Material shown:
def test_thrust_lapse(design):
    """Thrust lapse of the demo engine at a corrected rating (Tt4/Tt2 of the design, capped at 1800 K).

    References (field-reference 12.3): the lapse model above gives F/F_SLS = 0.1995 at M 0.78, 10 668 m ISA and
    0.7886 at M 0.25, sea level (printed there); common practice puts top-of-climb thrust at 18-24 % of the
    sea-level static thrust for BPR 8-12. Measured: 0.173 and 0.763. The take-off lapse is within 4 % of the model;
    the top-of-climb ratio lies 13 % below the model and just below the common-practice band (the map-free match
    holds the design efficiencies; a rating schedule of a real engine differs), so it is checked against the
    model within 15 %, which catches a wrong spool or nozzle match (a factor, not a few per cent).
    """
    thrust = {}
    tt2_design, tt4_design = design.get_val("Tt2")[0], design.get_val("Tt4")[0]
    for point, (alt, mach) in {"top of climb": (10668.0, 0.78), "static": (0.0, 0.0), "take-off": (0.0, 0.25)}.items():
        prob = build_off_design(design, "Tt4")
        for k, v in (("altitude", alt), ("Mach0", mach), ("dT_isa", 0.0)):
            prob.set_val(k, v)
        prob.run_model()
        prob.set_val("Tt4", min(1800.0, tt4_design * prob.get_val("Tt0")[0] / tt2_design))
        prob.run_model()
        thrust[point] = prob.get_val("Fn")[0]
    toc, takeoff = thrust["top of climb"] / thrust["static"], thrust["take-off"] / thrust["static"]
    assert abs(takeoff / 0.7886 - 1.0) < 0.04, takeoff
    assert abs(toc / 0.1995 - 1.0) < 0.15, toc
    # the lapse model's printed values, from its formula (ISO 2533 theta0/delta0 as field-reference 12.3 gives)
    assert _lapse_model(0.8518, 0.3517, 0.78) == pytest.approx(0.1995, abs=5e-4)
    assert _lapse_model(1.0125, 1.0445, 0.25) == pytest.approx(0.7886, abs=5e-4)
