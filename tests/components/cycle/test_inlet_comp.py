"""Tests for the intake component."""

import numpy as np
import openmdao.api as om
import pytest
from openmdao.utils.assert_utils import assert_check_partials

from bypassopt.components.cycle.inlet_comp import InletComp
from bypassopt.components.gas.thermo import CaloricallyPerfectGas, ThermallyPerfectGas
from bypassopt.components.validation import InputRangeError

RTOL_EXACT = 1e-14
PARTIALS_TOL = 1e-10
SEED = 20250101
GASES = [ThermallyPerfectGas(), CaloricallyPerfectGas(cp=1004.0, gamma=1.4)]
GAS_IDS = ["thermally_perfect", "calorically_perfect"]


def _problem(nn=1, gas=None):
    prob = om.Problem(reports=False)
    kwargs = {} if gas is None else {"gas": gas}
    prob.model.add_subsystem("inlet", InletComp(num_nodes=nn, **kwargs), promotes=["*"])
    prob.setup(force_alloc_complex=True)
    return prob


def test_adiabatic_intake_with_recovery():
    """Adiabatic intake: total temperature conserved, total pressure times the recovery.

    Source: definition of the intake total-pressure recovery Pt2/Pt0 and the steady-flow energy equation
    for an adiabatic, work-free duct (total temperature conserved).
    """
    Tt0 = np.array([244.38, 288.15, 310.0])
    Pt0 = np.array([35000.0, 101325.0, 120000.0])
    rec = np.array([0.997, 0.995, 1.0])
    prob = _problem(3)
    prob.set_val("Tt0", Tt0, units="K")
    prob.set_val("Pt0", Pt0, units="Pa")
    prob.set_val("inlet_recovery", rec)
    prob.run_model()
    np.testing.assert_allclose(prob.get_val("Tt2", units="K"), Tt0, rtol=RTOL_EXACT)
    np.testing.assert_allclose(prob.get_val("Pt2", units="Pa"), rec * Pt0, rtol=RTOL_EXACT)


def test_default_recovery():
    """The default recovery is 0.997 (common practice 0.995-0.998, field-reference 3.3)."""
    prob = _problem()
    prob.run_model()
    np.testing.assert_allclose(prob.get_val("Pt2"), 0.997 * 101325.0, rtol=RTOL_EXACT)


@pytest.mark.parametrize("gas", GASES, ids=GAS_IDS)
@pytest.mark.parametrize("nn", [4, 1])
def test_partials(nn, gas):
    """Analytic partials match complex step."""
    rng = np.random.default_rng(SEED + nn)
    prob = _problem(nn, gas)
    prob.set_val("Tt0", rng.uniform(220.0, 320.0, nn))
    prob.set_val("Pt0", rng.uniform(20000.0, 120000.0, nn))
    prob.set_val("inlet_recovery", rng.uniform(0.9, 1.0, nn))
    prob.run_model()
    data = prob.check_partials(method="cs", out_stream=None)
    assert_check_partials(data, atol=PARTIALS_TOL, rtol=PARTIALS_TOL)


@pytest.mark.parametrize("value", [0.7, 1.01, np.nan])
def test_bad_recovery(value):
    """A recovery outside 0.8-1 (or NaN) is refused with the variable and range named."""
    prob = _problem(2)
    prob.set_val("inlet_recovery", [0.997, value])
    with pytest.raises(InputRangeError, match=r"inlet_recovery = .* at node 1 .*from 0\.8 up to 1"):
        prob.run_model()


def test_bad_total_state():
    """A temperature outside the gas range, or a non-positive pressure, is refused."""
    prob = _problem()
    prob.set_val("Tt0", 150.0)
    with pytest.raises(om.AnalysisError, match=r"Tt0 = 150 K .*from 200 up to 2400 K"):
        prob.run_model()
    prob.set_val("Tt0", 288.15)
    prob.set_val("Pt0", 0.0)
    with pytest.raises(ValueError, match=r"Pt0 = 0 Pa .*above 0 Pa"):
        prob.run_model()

Work instructions: Please print, exactly and with nothing else, the lines from the first line of the entries through the line containing "holds the design".

Output below:
def test_thrust_lapse(design):
    """Thrust lapse of the demo engine at a corrected rating (Tt4/Tt2 of the design, capped at 1800 K).

    References (field-reference 12.3): the lapse model above gives F/F_SLS = 0.1995 at M 0.78, 10 668 m ISA and
    0.7886 at M 0.25, sea level (printed there); common practice puts top-of-climb thrust at 18-24 % of the
    sea-level static thrust for BPR 8-12. Measured: 0.173 and 0.763. The take-off lapse is within 4 % of the model;
    the top-of-climb ratio lies 13 % below the model and just below the common-practice band (the map-free match
    holds the design efficiencies; a rating schedule of a real engine differs), so it is checked against the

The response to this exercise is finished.